"""The whole ``unmix`` call now against an earlier revision, timed in one run.

Checks a speed target stated relative to "today's" code (e.g. issue 14: whole unmix no worse
than 1.3x with the library's error on). ``--base REV`` is checked out into a temporary git
worktree; each round times both trees in fresh subprocesses (``PYTHONPATH`` set to the
tree, the same interpreter and installed libraries), alternating, best of ``--rounds``
rounds. The problem is ``bench_nnls.py``'s (300 wavelengths, 5 components); the library
is imported (no error stated) or, with ``--library standards``, built from synthetic
standards with declared preparation and stock (``bench_library_error.py``; 35 error
patterns) where the tree has that builder, else imported.

Run: ``python benchmarks/bench_against.py --base 0146a59 [--sizes 1000,10000,100000]``.
Never a test.
"""

from __future__ import annotations

import argparse
import os
import subprocess
import sys
import tempfile
import textwrap
from pathlib import Path

HERE = Path(__file__).resolve().parent
ROOT = HERE.parent

TIMER = textwrap.dedent("""
    import sys, warnings
    tree, sizes, kind = sys.argv[1], sys.argv[2], sys.argv[3]
    sys.path[:0] = [tree, tree + "/benchmarks"]
    warnings.simplefilter("ignore")
    import mixsolve as ms
    assert ms.__file__.startswith(tree), ms.__file__
    from bench_nnls import best_of, design, spectra
    from bench_unmix import labelled, library
    k = design()
    lib = library(k)
    if kind == "standards":
        try:
            from bench_library_error import library_from_standards
            lib = library_from_standards(k)
        except ImportError:
            pass
    ms.unmix(labelled(spectra(500, k)), lib)
    for n in map(int, sizes.split(",")):
        sp = labelled(spectra(n, k))
        print(n, best_of(3, lambda sp=sp: ms.unmix(sp, lib)))
""")


def time_tree(tree: Path, sizes: str, kind: str) -> dict[int, float]:
    """Seconds per unmix call of each size, in a fresh interpreter on ``tree``."""
    done = subprocess.run([sys.executable, "-c", TIMER, str(tree), sizes, kind],
                          capture_output=True, text=True, check=True,
                          env={**os.environ, "PYTHONPATH": str(tree)})
    return {int(n): float(t) for n, t in (line.split() for line in done.stdout.splitlines())}


def main() -> None:
    parser = argparse.ArgumentParser(description=__doc__.splitlines()[0])
    parser.add_argument("--base", required=True, help="git revision to compare against")
    parser.add_argument("--sizes", default="1000,10000,100000")
    parser.add_argument("--rounds", type=int, default=3)
    parser.add_argument("--library", choices=("imported", "standards"), default="standards")
    args = parser.parse_args()
    with tempfile.TemporaryDirectory() as tmp:
        base = Path(tmp) / "base"
        subprocess.run(["git", "-C", str(ROOT), "worktree", "add", "--detach", "-q",
                        str(base), args.base], check=True)
        try:
            best: dict[str, dict[int, float]] = {"base": {}, "now": {}}
            for _ in range(args.rounds):
                for name, tree in (("base", base), ("now", ROOT)):
                    for n, t in time_tree(tree, args.sizes, args.library).items():
                        best[name][n] = min(best[name].get(n, t), t)
        finally:
            subprocess.run(["git", "-C", str(ROOT), "worktree", "remove", "--force",
                            str(base)], check=True)
    print(f"whole unmix, {args.library} library: now against {args.base} "
          f"(best of {args.rounds} rounds x 3 calls; load {os.getloadavg()[0]:.2f})")
    print(f"{'N':>9} {'base s':>9} {'now s':>9} {'now/base':>9}")
    for n in sorted(best["now"]):
        print(f"{n:>9} {best['base'][n]:>9.4f} {best['now'][n]:>9.4f} "
              f"{best['now'][n] / best['base'][n]:>9.2f}")


if __name__ == "__main__":
    main()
________________
Please go through the listing and return each line that has "dict" in it.

def time_tree(tree: Path, sizes: str, kind: str) -> dict[int, float]:
            best: dict[str, dict[int, float]] = {"base": {}, "now": {}}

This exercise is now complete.